» **ABOUT THIS TASK**: Write out each record below, word for word.

***** DATA PROVIDED

import "server-only";

import type { Db } from "@/db/client";
import { insertInvitation, revokeOpenInvitationsTo } from "@/db/queries/invitations";
import { findMemberByEmail } from "@/db/queries/memberships";
import type { Invitation } from "@/db/schema/invitations";
import type { Actor } from "@/lib/server/accounts/actor";
import { recordAudit } from "@/lib/server/access/audit";
import { canGrant, ROLE_LABELS } from "@/lib/shared/permissions";
import { newToken } from "@/lib/server/accounts/auth/tokens";
import { invitationMessage } from "@/lib/server/email/templates/invitation";
import { linkTo, type MailDeps } from "@/lib/shared/mail-types";
import { AppError } from "@/lib/shared/errors";
import { inviteSchema } from "@/lib/shared/validations/teams";
import { parseInput } from "@/lib/shared/validations/parse";

import { enforceRateLimits, RATE_LIMITS } from "../access/rate-limit";
import { authorizeTeam } from "../access/team-access";

/** Invites an address with a role; a new invitation to the same address replaces the open one. */
export async function inviteMember(
  db: Db,
  actor: Actor,
  input: unknown,
  deps: MailDeps,
  now: Date = new Date(),
): Promise<Invitation & { mailQueued: boolean }> {
  const data = parseInput(inviteSchema, input);
  const ctx = await authorizeTeam(db, actor, data.teamSlug, "member:invite");
  if (!canGrant(ctx.role, data.role)) {
    throw new AppError(
      "forbidden:role",
      `As ${ROLE_LABELS[ctx.role].toLowerCase()} you may not invite someone as ${ROLE_LABELS[data.role].toLowerCase()}.`,
      "role",
    );
  }
  const already = await findMemberByEmail(db, ctx.team.id, data.email);
  if (already) throw new AppError("conflict:member", "This person is a member already.", "email");
  // Each invitation mails an address someone typed: cap it per inviter and per address.
  await enforceRateLimits(
    db,
    "invitation",
    [
      { key: `invitation:actor:${ctx.actor.id}`, rule: RATE_LIMITS.invitationActor },
      { key: `invitation:email:${data.email}`, rule: RATE_LIMITS.invitationEmail },
    ],
    now,
  );

  const token = newToken("invitation", now);
  const invitation = await db.transaction(async (tx) => {
    await revokeOpenInvitationsTo(tx, ctx.team.id, data.email, now);
    const row = await insertInvitation(tx, {
      teamId: ctx.team.id,
      email: data.email,
      role: data.role,
      tokenHash: token.hash,
      invitedBy: ctx.actor.id,
      expiresAt: token.expiresAt,
    });
    await recordAudit(tx, {
      actorId: ctx.actor.id,
      teamId: ctx.team.id,
      action: "invitation.create",
      target: data.email,
      detail: { role: data.role },
    });
    return row;
  });
  const sent = await deps.mailer.send(
    invitationMessage({
      to: data.email,
      inviterName: ctx.actor.name,
      teamName: ctx.team.name,
      roleLabel: ROLE_LABELS[data.role],
      url: linkTo(deps.appUrl, `/invite/${token.token}`),
    }),
  );
  // The invitation stands either way; a queued mail goes out when the mail server is back.
  return { ...invitation, mailQueued: sent?.queued === true };
}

**********

» **RESULT**:
import "server-only";

import type { Db } from "@/db/client";
import { insertInvitation, revokeOpenInvitationsTo } from "@/db/queries/invitations";
import { findMemberByEmail } from "@/db/queries/memberships";
import type { Invitation } from "@/db/schema/invitations";
import type { Actor } from "@/lib/server/accounts/actor";
import { recordAudit } from "@/lib/server/access/audit";
import { canGrant, ROLE_LABELS } from "@/lib/shared/permissions";
import { newToken } from "@/lib/server/accounts/auth/tokens";
import { invitationMessage } from "@/lib/server/email/templates/invitation";
import { linkTo, type MailDeps } from "@/lib/shared/mail-types";
import { AppError } from "@/lib/shared/errors";
import { inviteSchema } from "@/lib/shared/validations/teams";
import { parseInput } from "@/lib/shared/validations/parse";

import { enforceRateLimits, RATE_LIMITS } from "../access/rate-limit";
import { authorizeTeam } from "../access/team-access";

/** Invites an address with a role; a new invitation to the same address replaces the open one. */
export async function inviteMember(
  db: Db,
  actor: Actor,
  input: unknown,
  deps: MailDeps,
  now: Date = new Date(),
): Promise<Invitation & { mailQueued: boolean }> {
  const data = parseInput(inviteSchema, input);
  const ctx = await authorizeTeam(db, actor, data.teamSlug, "member:invite");
  if (!canGrant(ctx.role, data.role)) {
    throw new AppError(
      "forbidden:role",
      `As ${ROLE_LABELS[ctx.role].toLowerCase()} you may not invite someone as ${ROLE_LABELS[data.role].toLowerCase()}.`,
      "role",
    );
  }
  const already = await findMemberByEmail(db, ctx.team.id, data.email);
  if (already) throw new AppError("conflict:member", "This person is a member already.", "email");
  // Each invitation mails an address someone typed: cap it per inviter and per address.
  await enforceRateLimits(
    db,
    "invitation",
    [
      { key: `invitation:actor:${ctx.actor.id}`, rule: RATE_LIMITS.invitationActor },
      { key: `invitation:email:${data.email}`, rule: RATE_LIMITS.invitationEmail },
    ],
    now,
  );

  const token = newToken("invitation", now);
  const invitation = await db.transaction(async (tx) => {
    await revokeOpenInvitationsTo(tx, ctx.team.id, data.email, now);
    const row = await insertInvitation(tx, {
      teamId: ctx.team.id,
      email: data.email,
      role: data.role,
      tokenHash: token.hash,
      invitedBy: ctx.actor.id,
      expiresAt: token.expiresAt,
    });
    await recordAudit(tx, {
      actorId: ctx.actor.id,
      teamId: ctx.team.id,
      action: "invitation.create",
      target: data.email,
      detail: { role: data.role },
    });
    return row;
  });
  const sent = await deps.mailer.send(
    invitationMessage({
      to: data.email,
      inviterName: ctx.actor.name,
      teamName: ctx.team.name,
      roleLabel: ROLE_LABELS[data.role],
      url: linkTo(deps.appUrl, `/invite/${token.token}`),
    }),
  );
  // The invitation stands either way; a queued mail goes out when the mail server is back.
  return { ...invitation, mailQueued: sent?.queued === true };
}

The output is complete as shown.